OsSocketAddr is provided by os_socketaddr crate and provides handy utilities for converting Rust's [SocketAddr] into struct sockaddr * used by a number of socket API of libc. My initial guess was there is perhaps some alignment issue that is causing the value at the pointer to be correctly read inside the kernel, but looking at the raw pointers above, suggested may be not because the problem occurred regardless of whether the pointer was aligned to 8 bytes or 16 bytes in the --release mode but not otherwise. Also, sendmsg documentation did not specify anything specific about the alignment requirements of the passed pointer. So perhaps this is not the real cause.

At this point, I was suspecting, may be may be (possibly out of frustration! :-) ), there is some compiler issue this is causing this, that is some optimization is messing around with a pointer? Honestly, this looked a bit far fetched, but when nothing looks like working, one starts suspecting.

But then, after carefully looking at the code, realized that the to_buffer above (this is the culprit pointer in the kernel) that was used later in the sendmsg call, but by then this os_sockaddr structure would have gone out of scope. (Valid only in the if let ... scope), and then came the aha! moment. This clearly appears to be the root cause, I was using raw pointer for the structure that has gone out of scope (and hence destroyed), so I am passing a dangling pointer to the kernel and the value is read from that pointer. The actual solution was actually much simple and then it made total sense. All that was really required to be done was making sure that the os_sockaddr variable above was still valid when the pointer was accessed. The fixed version of the function is available here.

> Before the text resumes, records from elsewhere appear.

#[test]
fn too_many_panels_is_an_error_at_the_key() {
    // 21 x 20 = 420 cells, more than the limit of 400; 20 x 20 is fine.
    let mut csv = String::from("r,c,v\n");
    for i in 0..21 {
        for j in 0..20 {
            csv.push_str(&format!("r{i},c{j},{}\n", i + j));
        }
    }
    let spec = r#"{"layers":[{"draw":"point","x":"v","y":"v"}],"panels":{"rows":"r","cols":"c"},"size":{"width":2000,"height":2000}}"#;
    let e = render(spec, Some(DataBytes { bytes: csv.as_bytes(), name: "d.csv" }), &RenderOptions::default()).unwrap_err();
    assert_eq!((e.0[0].code.as_str(), e.0[0].at.path.as_str()), ("plan.too_many_panels", "panels"));
    let fewer = format!("{}\n", csv.lines().filter(|l| !l.starts_with("r20,")).collect::<Vec<_>>().join("\n"));
    let r = scene(spec, fewer.as_bytes());
    assert_eq!(facets(&r.scene).len(), 400);
    let e = render(
        r#"{"layers":[{"draw":"point","x":"v","y":"v"}],"panels":{"by":"v"}}"#,
        Some(DataBytes { bytes: csv.as_bytes(), name: "d.csv" }),
        &RenderOptions::default(),
    );
    assert!(e.is_ok(), "41 values of v are few enough");
}

/// Wrapped panels (`by`) with shared scales: axes along the grid's edges
/// only, one title per axis, a strip over each panel. Three panels in two
/// columns leave the second column's lowest panel in the first row, so
/// that panel carries the column's x axis.
#[test]
fn wrapped_panels_draw_shared_axes_on_the_edges() {
    let csv = b"k,x,y\nA,1,1\nA,2,4\nB,1,2\nB,3,3\nC,2,5\nC,3,1\n";
    let spec = r#"{"layers":[{"draw":"point","x":"x","y":"y"}],"panels":{"by":"k","columns":2}}"#;
    let r = scene(spec, csv);
    let f = facets(&r.scene);
    assert_eq!(f.iter().map(|f| f.label.as_str()).collect::<Vec<_>>(), ["panel A", "panel B", "panel C"]);
    // A (row 0, col 0): left axis only; B (row 0, col 1): bottom axis only;
    // C (row 1, col 0): both.
    assert_eq!((f[0].has("strata-axis-left"), f[0].has("strata-axis-bottom")), (true, false));
    assert_eq!((f[1].has("strata-axis-left"), f[1].has("strata-axis-bottom")), (false, true));
    assert_eq!((f[2].has("strata-axis-left"), f[2].has("strata-axis-bottom")), (true, true));
    // The columns line up and the rows too; each strip sits over its own panel.
    assert!(close(f[0].frame.0, f[2].frame.0) && close(f[0].frame.1, f[1].frame.1));
    for p in &f {
        assert_eq!(p.strips.len(), 1);
        let (words, _, x, y) = &p.strips[0];
        assert_eq!(format!("panel {words}"), p.label);
        assert!(close(*x, p.frame.0) && *y < p.frame.1, "{words} strip at {x},{y}, frame {:?}", p.frame);
    }
    // One title per axis for the whole grid.
    let titles = r.svg.matches("class=\"strata-axis-title\"").count();
    assert_eq!(titles, 2, "{}", r.svg);
}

// from file sctp-rs/src/internal.rs
fn sctp_sendmsg_internal(...) {
...
        // Defining here `os_sockaddr` lasts for the rest of the function call
        let os_sockaddr: OsSocketAddr;
        let (to_buffer, to_buffer_len) = if let Some(addr) = to {
            os_sockaddr = addr.into();
            (
                os_sockaddr.as_ptr() as *mut libc::c_void,
                os_sockaddr.capacity(),
            )
    ...
}

In my defense though, had the same issue existed both in the debug and release versions, I'd have been able to troubleshoot this problem earlier perhaps.

Closing Remarks

One appreciates how an Undefined Behavior bites you when one actually faces it. This particular issue would have been trivially caught by the compiler in the safe Rust code, by saying the os_socketaddr is not in scope when it's reference was accessed. Sometimes we don't quite appreciate the bugs that are avoided in the first place, until we have to deal with UB.

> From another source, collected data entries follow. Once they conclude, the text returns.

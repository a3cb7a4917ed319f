//! A bounded, seeded stand-in for coverage-guided fuzzing, run on stable
//! Rust with the normal test suite: thousands of mutated corpus files and
//! random byte strings go through every reader, which must return Ok or a
//! located error and never panic. The cargo-fuzz targets in `fuzz/` feed
//! the same entry points when a nightly toolchain is available
//! (`scripts/fuzz.sh`).

use std::path::PathBuf;
use strata::data::{self, csv::records, ReadOptions};
use strata::spec::{ColumnType, DataFormat};

/// xorshift64* (Vigna 2016, "An experimental exploration of Marsaglia's
/// xorshift generators, scrambled"): a fixed-seed source of test input.
struct Rng(u64);
impl Rng {
    fn next(&mut self) -> u64 {
        self.0 ^= self.0 >> 12;
        self.0 ^= self.0 << 25;
        self.0 ^= self.0 >> 27;
        self.0.wrapping_mul(0x2545_F491_4F6C_DD1D)
    }
    fn below(&mut self, n: usize) -> usize {
        if n == 0 {
            0
        } else {
            (self.next() % n as u64) as usize
        }
    }
}

const INTERESTING: &[u8] = b"\",;\t|\n\r \x00\xff\xc3\xa9\xef\xbb\xbf-.eE0123456789TZ:+NA";

fn mutate(rng: &mut Rng, seed: &[u8], pool: &[Vec<u8>]) -> Vec<u8> {
    let mut v = seed.to_vec();
    for _ in 0..1 + rng.below(8) {
        match rng.below(7) {
            0 if !v.is_empty() => {
                let i = rng.below(v.len());
                v[i] ^= 1 << rng.below(8);
            }
            1 => {
                let i = rng.below(v.len() + 1);
                v.insert(i, INTERESTING[rng.below(INTERESTING.len())]);
            }
            2 if !v.is_empty() => {
                let i = rng.below(v.len());
                v.remove(i);
            }
            3 => {
                let n = rng.below(v.len() + 1);
                v.truncate(n);
            }
            4 if !v.is_empty() => {
                let i = rng.below(v.len());
                v[i] = rng.next() as u8;
            }
            5 => {
                // Splice a slice of another input.
                let other = &pool[rng.below(pool.len())];
                if !other.is_empty() {
                    let a = rng.below(other.len());
                    let b = a + rng.below(other.len() - a + 1).min(64);
                    let i = rng.below(v.len() + 1);
                    v.splice(i..i, other[a..b].iter().copied());
                }
            }
            _ if !v.is_empty() => {
                // Repeat a chunk.
                let a = rng.below(v.len());
                let b = (a + 1 + rng.below(16)).min(v.len());
                let chunk = v[a..b].to_vec();
                v.splice(a..a, chunk);
            }
            _ => {}
        }
    }
    v
}

fn corpus(dir: &str) -> Vec<Vec<u8>> {
    let d = PathBuf::from(env!("CARGO_MANIFEST_DIR")).join("../../tests/reference/fixtures").join(dir);
    let mut files: Vec<_> = std::fs::read_dir(d).unwrap().map(|e| e.unwrap().path()).collect();
    files.sort();
    files.into_iter().filter(|p| p.extension().is_some_and(|e| e != "json")).map(|p| std::fs::read(p).unwrap()).filter(|b| b.len() < 8192).collect()
}

fn options(rng: &mut Rng) -> ReadOptions {
    let mut o = ReadOptions {
        format: [None, Some(DataFormat::Csv), Some(DataFormat::Tsv), Some(DataFormat::Json), Some(DataFormat::Arrow)][rng.below(5)],
        max_rows: [5_000_000, 3, 0][rng.below(3)],
        decimal_comma: rng.below(4) == 0,
        ..Default::default()
    };
    if rng.below(3) == 0 {
        for name in ["a", "b", "c", "d", "t", "i"] {
            o.types.insert(name.into(), [ColumnType::Number, ColumnType::Text, ColumnType::Date, ColumnType::Bool][rng.below(4)]);
        }
    }
    if rng.below(5) == 0 {
        o.delimiter = Some(INTERESTING[rng.below(INTERESTING.len())]);
    }
    o
}

/// `STRATA_FUZZ_ITERATIONS` and `STRATA_FUZZ_SEED` lengthen or vary a run
/// (scripts/fuzz.sh uses them when cargo-fuzz cannot run).
fn run(seed: u64, pool: &[Vec<u8>], iterations: usize, arrow_only: bool) {
    let iterations = std::env::var("STRATA_FUZZ_ITERATIONS").ok().and_then(|v| v.parse().ok()).unwrap_or(iterations);
    let seed = std::env::var("STRATA_FUZZ_SEED").ok().and_then(|v| v.parse::<u64>().ok()).map(|s| s ^ seed).unwrap_or(seed);
    let mut rng = Rng(seed | 1);
    for _ in 0..iterations {
        let input = if rng.below(10) == 0 {
            (0..rng.below(300)).map(|_| rng.next() as u8).collect()
        } else {
            let k = rng.below(pool.len());
            mutate(&mut rng, &pool[k], pool)
        };
        let mut o = options(&mut rng);
        if arrow_only {
            o.format = Some(DataFormat::Arrow);
        }
        match data::read(&input, &o) {
            Ok(t) => {
                assert!(t.num_rows() <= o.max_rows);
            }
            Err(e) => {
                assert!(!e.0.is_empty());
                assert!(e.0.iter().all(|d| !d.message.is_empty()));
            }
        }
        let _ = records(&input, b',');
    }
}

#[test]
fn mutated_csv_never_panics() {
    let pool = corpus("csv");
    assert!(pool.len() > 30);
    run(0x5EED_0001, &pool, 4000, false);
}

#[test]
fn mutated_arrow_never_panics() {
    let pool = corpus("arrow");
    assert!(pool.len() >= 3);
    run(0x5EED_0002, &pool, 3000, true);
}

Also, a note to self, when looking at any unsafe code in future, it might be a good idea to review where the raw pointers are accessed and where they come from and make sure the values the pointers are pointing to are still valid when those pointers are going to be derefed, since compiler is not going to come to rescue in unsafe blocks. This is documented at enough places, but till one faces the issues, it's not appreciated! :-)

Further, in the future, whenever I have to troubleshoot a problem in the live running code, bpftrace would be the first thing to try out before going the path of 're-compile with more debug statements'.

And finally, may be I should consider more unit testing of these unsafe parts to identify any more potential issues that may be lurking around undetected. May be I should consider fuzz testing as well.